### Your instructions
Filter the records for "FsCheck" and keep each line that has it.
────────────────
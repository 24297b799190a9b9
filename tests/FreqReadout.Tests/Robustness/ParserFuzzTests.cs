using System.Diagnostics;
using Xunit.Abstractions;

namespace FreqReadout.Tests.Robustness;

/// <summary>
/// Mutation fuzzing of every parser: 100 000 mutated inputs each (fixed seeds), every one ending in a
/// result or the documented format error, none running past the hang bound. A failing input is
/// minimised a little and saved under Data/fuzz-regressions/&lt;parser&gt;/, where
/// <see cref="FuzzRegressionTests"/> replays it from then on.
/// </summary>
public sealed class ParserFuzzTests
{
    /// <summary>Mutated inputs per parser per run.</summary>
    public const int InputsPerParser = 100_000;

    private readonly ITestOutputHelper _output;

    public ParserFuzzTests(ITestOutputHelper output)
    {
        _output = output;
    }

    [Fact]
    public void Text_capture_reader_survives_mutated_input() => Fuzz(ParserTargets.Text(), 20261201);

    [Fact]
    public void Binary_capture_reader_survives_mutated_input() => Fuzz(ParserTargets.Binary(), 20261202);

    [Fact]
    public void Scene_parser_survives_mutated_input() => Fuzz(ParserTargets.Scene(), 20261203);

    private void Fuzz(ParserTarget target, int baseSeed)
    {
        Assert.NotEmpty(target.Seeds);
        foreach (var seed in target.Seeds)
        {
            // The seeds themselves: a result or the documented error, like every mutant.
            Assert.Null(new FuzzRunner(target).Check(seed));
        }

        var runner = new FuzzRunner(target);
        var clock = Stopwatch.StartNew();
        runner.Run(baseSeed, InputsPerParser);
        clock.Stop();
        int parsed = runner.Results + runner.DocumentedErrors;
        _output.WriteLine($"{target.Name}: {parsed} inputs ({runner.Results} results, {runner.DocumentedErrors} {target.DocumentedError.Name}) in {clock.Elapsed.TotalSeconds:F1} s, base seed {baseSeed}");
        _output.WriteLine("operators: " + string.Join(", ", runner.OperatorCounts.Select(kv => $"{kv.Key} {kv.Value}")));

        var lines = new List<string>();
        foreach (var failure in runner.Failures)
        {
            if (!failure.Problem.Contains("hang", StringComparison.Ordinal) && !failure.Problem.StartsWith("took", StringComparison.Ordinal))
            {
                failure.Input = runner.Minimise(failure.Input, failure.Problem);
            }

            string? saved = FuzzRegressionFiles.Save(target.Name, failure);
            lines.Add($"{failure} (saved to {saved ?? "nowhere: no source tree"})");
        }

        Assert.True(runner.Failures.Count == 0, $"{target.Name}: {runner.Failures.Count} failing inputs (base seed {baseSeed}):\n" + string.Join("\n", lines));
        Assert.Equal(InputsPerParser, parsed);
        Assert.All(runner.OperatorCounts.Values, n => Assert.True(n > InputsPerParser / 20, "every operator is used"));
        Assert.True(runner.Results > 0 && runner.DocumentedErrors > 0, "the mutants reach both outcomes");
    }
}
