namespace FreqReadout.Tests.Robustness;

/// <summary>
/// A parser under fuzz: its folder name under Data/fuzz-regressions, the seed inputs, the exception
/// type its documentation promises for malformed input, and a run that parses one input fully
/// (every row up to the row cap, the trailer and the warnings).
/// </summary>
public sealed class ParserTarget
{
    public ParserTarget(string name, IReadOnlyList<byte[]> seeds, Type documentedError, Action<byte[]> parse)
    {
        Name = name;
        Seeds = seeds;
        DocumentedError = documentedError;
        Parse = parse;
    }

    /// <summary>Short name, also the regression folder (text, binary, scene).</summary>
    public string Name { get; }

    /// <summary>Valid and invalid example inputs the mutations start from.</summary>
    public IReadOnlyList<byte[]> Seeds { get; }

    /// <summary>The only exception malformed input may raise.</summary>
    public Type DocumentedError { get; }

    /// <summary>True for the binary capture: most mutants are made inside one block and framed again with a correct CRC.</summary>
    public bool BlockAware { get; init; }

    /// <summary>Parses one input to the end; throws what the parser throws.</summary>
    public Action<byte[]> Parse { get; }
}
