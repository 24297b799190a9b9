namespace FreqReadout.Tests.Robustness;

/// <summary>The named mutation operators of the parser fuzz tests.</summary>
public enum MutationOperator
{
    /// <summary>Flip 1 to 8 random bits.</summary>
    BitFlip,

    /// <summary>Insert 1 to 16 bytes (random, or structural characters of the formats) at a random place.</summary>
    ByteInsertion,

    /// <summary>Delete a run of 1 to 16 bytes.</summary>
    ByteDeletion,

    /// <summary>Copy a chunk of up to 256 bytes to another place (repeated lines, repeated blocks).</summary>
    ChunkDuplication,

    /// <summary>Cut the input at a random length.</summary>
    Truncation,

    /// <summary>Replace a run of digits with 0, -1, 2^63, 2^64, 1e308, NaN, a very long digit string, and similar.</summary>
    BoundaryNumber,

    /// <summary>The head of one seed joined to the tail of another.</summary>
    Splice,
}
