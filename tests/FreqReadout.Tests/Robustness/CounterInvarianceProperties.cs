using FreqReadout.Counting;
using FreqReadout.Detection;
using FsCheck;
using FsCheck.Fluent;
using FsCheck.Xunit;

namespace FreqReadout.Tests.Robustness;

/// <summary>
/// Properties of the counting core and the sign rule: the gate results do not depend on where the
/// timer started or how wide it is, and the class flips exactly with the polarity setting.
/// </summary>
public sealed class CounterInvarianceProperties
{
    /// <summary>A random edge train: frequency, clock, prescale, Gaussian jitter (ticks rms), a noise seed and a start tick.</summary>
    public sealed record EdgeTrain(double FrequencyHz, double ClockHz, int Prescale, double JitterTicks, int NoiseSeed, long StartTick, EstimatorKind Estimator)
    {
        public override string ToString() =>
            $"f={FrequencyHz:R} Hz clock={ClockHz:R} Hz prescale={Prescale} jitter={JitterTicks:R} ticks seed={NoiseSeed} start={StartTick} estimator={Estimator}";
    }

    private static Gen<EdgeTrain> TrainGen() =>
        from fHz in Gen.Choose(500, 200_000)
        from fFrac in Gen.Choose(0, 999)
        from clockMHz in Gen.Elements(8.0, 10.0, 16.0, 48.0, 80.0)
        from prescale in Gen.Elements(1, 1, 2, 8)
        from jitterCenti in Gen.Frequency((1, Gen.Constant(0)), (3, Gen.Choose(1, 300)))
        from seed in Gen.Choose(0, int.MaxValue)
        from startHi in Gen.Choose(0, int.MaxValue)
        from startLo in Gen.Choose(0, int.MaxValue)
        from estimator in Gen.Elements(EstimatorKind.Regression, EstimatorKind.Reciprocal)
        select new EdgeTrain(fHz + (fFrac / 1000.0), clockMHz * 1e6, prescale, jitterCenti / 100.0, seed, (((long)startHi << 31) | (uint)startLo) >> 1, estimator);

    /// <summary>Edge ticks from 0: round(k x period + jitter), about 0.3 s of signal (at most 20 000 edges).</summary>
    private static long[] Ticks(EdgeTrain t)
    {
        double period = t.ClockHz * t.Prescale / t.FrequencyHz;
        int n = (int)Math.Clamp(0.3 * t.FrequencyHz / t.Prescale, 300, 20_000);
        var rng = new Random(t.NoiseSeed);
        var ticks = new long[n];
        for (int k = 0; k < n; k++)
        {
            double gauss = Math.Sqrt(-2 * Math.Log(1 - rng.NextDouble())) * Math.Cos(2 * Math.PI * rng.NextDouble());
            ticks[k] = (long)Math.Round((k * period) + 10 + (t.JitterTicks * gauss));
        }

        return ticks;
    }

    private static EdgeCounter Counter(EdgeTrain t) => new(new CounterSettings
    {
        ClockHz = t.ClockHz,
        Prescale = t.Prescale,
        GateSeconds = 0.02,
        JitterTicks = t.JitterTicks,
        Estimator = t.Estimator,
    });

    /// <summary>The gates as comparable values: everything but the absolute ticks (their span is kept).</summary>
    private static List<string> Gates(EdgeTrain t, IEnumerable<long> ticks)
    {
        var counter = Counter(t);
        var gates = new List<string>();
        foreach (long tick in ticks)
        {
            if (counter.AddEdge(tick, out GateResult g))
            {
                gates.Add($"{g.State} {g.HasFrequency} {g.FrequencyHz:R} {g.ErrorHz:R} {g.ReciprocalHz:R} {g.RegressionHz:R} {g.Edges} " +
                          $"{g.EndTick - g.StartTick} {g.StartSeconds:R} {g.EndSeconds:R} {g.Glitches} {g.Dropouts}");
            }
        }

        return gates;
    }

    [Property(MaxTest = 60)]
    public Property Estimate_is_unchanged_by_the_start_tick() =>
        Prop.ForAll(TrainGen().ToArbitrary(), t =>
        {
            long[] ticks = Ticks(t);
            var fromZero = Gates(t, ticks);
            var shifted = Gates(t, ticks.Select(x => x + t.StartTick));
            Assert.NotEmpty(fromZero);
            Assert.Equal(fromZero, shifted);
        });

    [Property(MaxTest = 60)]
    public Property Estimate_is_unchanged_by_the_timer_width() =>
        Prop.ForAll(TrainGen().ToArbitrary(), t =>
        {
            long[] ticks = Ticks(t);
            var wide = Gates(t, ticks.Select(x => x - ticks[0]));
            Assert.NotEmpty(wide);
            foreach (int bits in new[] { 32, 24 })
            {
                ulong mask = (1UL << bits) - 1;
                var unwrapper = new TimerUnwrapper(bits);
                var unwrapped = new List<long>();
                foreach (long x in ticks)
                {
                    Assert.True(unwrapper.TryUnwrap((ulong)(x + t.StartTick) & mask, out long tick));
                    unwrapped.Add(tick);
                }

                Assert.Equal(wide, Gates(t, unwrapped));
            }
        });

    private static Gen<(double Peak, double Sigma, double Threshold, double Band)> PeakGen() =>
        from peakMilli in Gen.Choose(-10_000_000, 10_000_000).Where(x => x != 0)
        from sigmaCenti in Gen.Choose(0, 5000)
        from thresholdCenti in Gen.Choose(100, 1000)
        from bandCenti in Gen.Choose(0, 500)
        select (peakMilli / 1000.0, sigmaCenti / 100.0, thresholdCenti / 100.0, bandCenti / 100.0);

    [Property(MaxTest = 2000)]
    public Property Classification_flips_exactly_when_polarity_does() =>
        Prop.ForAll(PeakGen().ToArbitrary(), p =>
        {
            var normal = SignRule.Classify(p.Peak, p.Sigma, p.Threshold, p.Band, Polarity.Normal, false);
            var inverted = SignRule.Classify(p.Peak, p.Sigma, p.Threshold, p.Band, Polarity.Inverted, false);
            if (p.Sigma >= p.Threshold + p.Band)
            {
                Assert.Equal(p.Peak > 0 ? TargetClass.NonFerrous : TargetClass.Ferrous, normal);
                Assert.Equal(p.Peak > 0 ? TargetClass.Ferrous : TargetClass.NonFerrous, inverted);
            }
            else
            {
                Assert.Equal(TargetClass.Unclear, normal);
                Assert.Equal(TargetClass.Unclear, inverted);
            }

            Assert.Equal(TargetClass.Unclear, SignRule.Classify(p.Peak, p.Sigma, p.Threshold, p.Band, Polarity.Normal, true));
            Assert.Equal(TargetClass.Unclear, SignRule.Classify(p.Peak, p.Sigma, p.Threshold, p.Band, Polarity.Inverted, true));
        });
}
────────────────
### Finished exercise
using FsCheck;
using FsCheck.Fluent;
using FsCheck.Xunit;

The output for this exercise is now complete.